Have you considered using a caching server locally fed from this service?
They can be configured to only pull over a group when someone requests it,
then keeps it locally until it expires, so that if a second user (or a few
dozen) also want to see it, the articles are only pulled from the feed
site once instead of two (or a few dozen) times. I know of a (non-local)
site which does this, and it seems to work well. Everything is available,
but if it's not going to be read, it's not transferred.

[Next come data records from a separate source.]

Lines details(const CableType& c) {
  Lines lines{{"outline", c.flat() ? size_text(c.width) + " wide, " + size_text(c.height) + " high"
                                   : size_text(c.width)}};
  if (!c.jacket.empty()) lines.emplace_back("jacket", c.jacket + ", " + size_text(c.jacket_thickness));
  if (c.armour) {
    lines.emplace_back("armour",
                       fmt::format("{}, inside {}, outside {}", c.armour->material,
                                   size_text(c.armour->inner_diameter), size_text(c.armour->outer_diameter)));
    if (c.armour->resistance > 0)
      lines.emplace_back("armour resistance", number(c.armour->resistance * 1e3) + " ohm/km at 20 degC, dc");
  }
  lines.emplace_back("filler", c.filler);
  for (const auto& core : c.cores)
    lines.emplace_back("core " + core.role, fmt::format("{}, x {:.2f} mm, y {:.2f} mm from the centre",
                                                        core.wire.name, core.x * 1e3, core.y * 1e3));
  return lines;
}

Lines details(const RacewayType& r) {
  Lines lines{{"kind", kind_text(r.kind)}, {"material", r.material}};
  if (r.inner_diameter > 0) {
    lines.emplace_back("inside diameter", size_text(r.inner_diameter));
    lines.emplace_back("outside diameter", size_text(r.outer_diameter));
  } else {
    lines.emplace_back("inside", size_text(r.width) + " wide, " + size_text(r.height) + " high");
    lines.emplace_back("sheet", size_text(r.wall));
  }
  return lines;
}

Lines details(const SystemType& s) {
  Lines lines;
  std::vector<std::pair<std::string, std::complex<double>>> poles;
  for (const auto& line : s.lines) poles.emplace_back(line.name, std::polar(line.volts, line.angle));
  if (s.neutral) poles.emplace_back("neutral", s.neutral_volts);
  for (std::size_t i = 0; i < poles.size(); ++i)
    for (std::size_t j = i + 1; j < poles.size(); ++j)
      lines.emplace_back(fmt::format("{} to {}", poles[i].first, poles[j].first),
                         fmt::format("{:.1f} V", std::abs(poles[i].second - poles[j].second)));
  lines.emplace_back("grounding", s.default_grounding + ", unless the model says otherwise");
  if (!s.grounded_pole.empty())
    lines.emplace_back("grounded pole", s.grounded_pole + ", where one is grounded");
  lines.emplace_back("impedance of a line",
                     fmt::format("{} + j {}", ohms(s.impedance_resistance), ohms(s.impedance_reactance)));
  return lines;
}

Lines details(const InstrumentType& i) {
  Lines lines{{"what it is", i.label},
              {"judged", i.kind == InstrumentKind::voltmeter ? "yes, it shows volts"
                                                             : "no, it only lights, buzzes or glows"}};
  if (i.ranges.empty()) lines.emplace_back("resistance", ohms(i.resistance));
  for (const auto& range : i.ranges)
    lines.emplace_back(fmt::format("range {} V", number(range.full_scale)), ohms(range.resistance));
  lines.emplace_back("capacitance", i.capacitance > 0 ? farads(i.capacitance) : "none taken");
  if (i.kind == InstrumentKind::indicator) lines.emplace_back("may show from", number(i.threshold) + " V");
  return lines;
}

std::string effect_text(const netlists::LoadEffect& e) {
  std::string from;
  if (e.rectifies)
    from = fmt::format("from {} uA into {} V behind its rectifier", number(e.current * 1e6), number(e.volts));
  else if (e.what == "device_trips")
    from = fmt::format("from {} mA", number(e.current * 1e3));
  else if (e.share > 0)
    from = fmt::format("from {} % of its nominal voltage", number(e.share * 100));
  else if (e.volts_at_low_current > 0)
    from = fmt::format("from {} V, or from {} V while it draws no more than {} mA", number(e.volts),
                       number(e.volts_at_low_current), number(e.current * 1e3));
  else
    from = fmt::format("from {} V", number(e.volts));
  return from + " (" + e.source + ")";
}

Lines details(const LoadKind& l) {
  Lines lines{{"what it is", l.label},
              {"power factor", number(l.power_factor) + (l.power_factor == 1 ? ""
                                                         : l.capacitive      ? ", leading"
                                                                             : ", lagging")},
              l.default_capacitance > 0
                  ? std::pair<std::string, std::string>{"capacitance", farads(l.default_capacitance) +
                                                                           " where the model gives none"}
                  : std::pair<std::string, std::string>{
                        "power", watts(l.default_power) + " where the model gives none"}};
  std::string standby;
  if (l.standby_resistance > 0) standby = ohms(l.standby_resistance);
  if (l.standby_capacitance > 0)
    standby += (standby.empty() ? "" : " beside ") + farads(l.standby_capacitance);
  lines.emplace_back("standby", standby.empty() ? "open" : standby);
  for (const auto& effect : l.effects) lines.emplace_back(effect.what, effect_text(effect));
  return lines;
}

// ---- kinds -------------------------------------------------------------------------------------------

/// What entries are sorted by within a family of names, so that sizes ascend.
double size_of(const WireType& w) { return w.conductor_diameter; }
double size_of(const RacewayType& r) { return r.inner_diameter > 0 ? r.inner_diameter : r.width; }
template <class T>
double size_of(const T&) {
  return 0.0;
}

/// "THHN 12 solid" -> "THHNsolid": the name without its size.
std::string family(const std::string& name) {
  std::string kept;
  for (const char c : name)
    if (std::string(" 0123456789/.").find(c) == std::string::npos) kept += c;
  return kept;
}

/// The entries of a kind, other names left out, sizes ascending.
template <class T>
std::vector<const T*> sorted(const std::map<std::string, T>& entries) {
  std::vector<const T*> list;
  for (const auto& [name, entry] : entries)
    if (name == entry.name) list.push_back(&entry);
  std::stable_sort(list.begin(), list.end(), [](const T* a, const T* b) {
    const auto key = [](const T& entry) {
      return std::pair(size_of(entry) > 0 ? family(entry.name) : entry.name, size_of(entry));
    };
    return key(*a) < key(*b);
  });
  return list;
}

/// Calls f(kind, entries) for each kind, in the order in which people look for them.
template <class F>
void for_each_kind(const Catalogue& catalogue, F f) {
  f("wires", catalogue.wires);
  f("cables", catalogue.cables);
  f("raceways", catalogue.raceways);
  f("systems", catalogue.systems);
  f("instruments", catalogue.instruments);
  f("loads", catalogue.loads);
  f("materials", catalogue.materials);
}

/// Names in lines of at most `width` columns, none of them broken.
template <class T>
std::string name_lines(const std::vector<const T*>& entries, int width) {
  std::string text;
  std::string line;
  for (const T* entry : entries) {
    const std::string name = printable(entry->name) + (entry == entries.back() ? "" : ",");
    if (!line.empty() && columns_of(line) + 1 + columns_of(name) > width)
      text += std::exchange(line, "") + "\n";
    line += (line.empty() ? "  " : " ") + name;
  }
  return text + line + "\n";
}

template <class T>
std::string table(const std::string& kind, const std::vector<const T*>& entries, int width) {
  std::size_t widest = 0;
  for (const T* entry : entries) widest = std::max(widest, printable(entry->name).size());
  std::string text = kind + "\n";
  for (const T* entry : entries)
    text += paragraph(fmt::format("  {:{}}  ", printable(entry->name), widest), printable(summary(*entry)),
                      width);
  return text;
}

template <class T>
std::string in_full(const std::string& kind, const T& entry, const std::vector<std::string>& others,
                    int width) {
  Lines lines = details(entry);
  if (!others.empty()) lines.emplace_back("also called", fmt::format("{}", fmt::join(others, ", ")));
  lines.emplace_back("source", entry.source);
  std::size_t widest = 0;
  for (const auto& [what, value] : lines) widest = std::max(widest, what.size());
  std::string text = paragraph("", fmt::format("{} ({})", printable(entry.name), kind), width);
  for (const auto& [what, value] : lines)
    text += paragraph(fmt::format("  {:{}}  ", printable(what), widest), printable(value), width);
  return text;
}
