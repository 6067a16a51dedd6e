package org.merewarden.jobs;

/** The work of one kind of job. A shallow shell around a service; killed half-way it is started again. */
public interface JobHandler {
    /** Name of the kind, at most 40 characters. */
    String kind();

    /** Does the work; an exception marks the job as failed. Runs outside any transaction. */
    void run(RunningJob job);
}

>The service at news.hiwaay.net is the identical service used by two of our
>major competitors that I would occassionaly hear about from a subscriber
>making comparisons that it was so much better than HiWAAY's server. That
>must be in the eye of the beholder.... it takes a lot of groups, about
>50,000 but it's performance is not what we would like (although the
>promise it will be better soon)....
>Today we are going to try replacing news.hiwaay.net with an start-up
>companies service that promises 65,000 groups (yep I figure about
>50,000 of those groups will never ever be read even once by our
>subscribers but if that's the metric then we'll do our best)....
Sounds like a perfect situation for a caching server.
Gary
--
Gary Heston ghe...@ro.com spamfodder: root@localhost pres...@whitehouse.gov
sync@localhost daemon@localhost lp@localhost mail@localhost news@localhost
"The processes? Kill them all, and let INIT sort them out!"